The range of delays is system
dependent, due to its relation to the granularity of the system clock.
The
system defines the number of clock ticks per second in the
hz
variable.
Specifying any value smaller than 1/hz to the
DELAY
macro results in an unpredictable delay.
For any delay value,
the actual delay may vary by plus or minus one clock tick.
Using the
DELAY
macro is discouraged because the
processor will be consumed for the specified time interval and therefore is
unavailable to service other threads.
In cases where kernel modules need timing
mechanisms, you should use the
sleep
and
timeout
routines instead of the
DELAY
macro.
The most
common usage of the
DELAY
macro is in the system boot path.
Using
DELAY
in the boot timeline is often acceptable because
there are no other threads in contention for the processor.
[Return to example]
A kernel thread is a single sequential flow of control within a kernel module or other systems-based program. The kernel module or other systems-based program makes use of the routines (instead of a threads library package such as DECthreads) to start, terminate, and delete threads, and perform other kernel thread operations.

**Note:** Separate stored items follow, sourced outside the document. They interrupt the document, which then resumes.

import { requireUser } from '../../lib/server/access.ts';
import { apiRoute, json } from '../../lib/server/http.ts';

/** Who the caller is and which archives they belong to (handy for scripts holding a token). */
export const GET = apiRoute(({ locals }) => {
  const user = requireUser(locals);
  return json({ user, archives: locals.memberships, current: locals.membership?.slug ?? null });
});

Kernel threads execute within (and share) a single address space. Therefore, kernel threads read and write to the same memory locations.
You use kernel threads to improve the performance of a kernel module. Multiple kernel threads are useful in a multiprocessor environment, where kernel threads run concurrently on separate CPUs. However, multiple kernel threads also improve kernel module performance on single-processor systems by permitting the overlap of input, output, or other slow operations with computational operations.
Kernel threads allow kernel modules to perform other useful work while
waiting for a device to produce its next event, such as the completion of
a disk transfer or the receipt of a packet from the network.
For more information
on using kernel threads, see
Chapter 9.
5.6 Using Locks
In a single-processor environment, kernel modules need not protect the integrity of a resource from activities resulting from the actions of another CPU. However, in a symmetric multiprocessing (SMP) environment, the kernel module must protect (lock) the resource from multiple CPU access to prevent corruption. A resource, from the kernel module's standpoint, is data that more than one kernel thread can manipulate. Locks are the mechanism for sharing resources in an SMP enviroment.
See Chapter 6 for an overview of symmetric multiprocessing and the two locking methods you can use when your kernel modules execute in an SMP environment. Chapter 7 provides information for using simple locks in your kernel module. Chapter 8 provides information for using complex locks.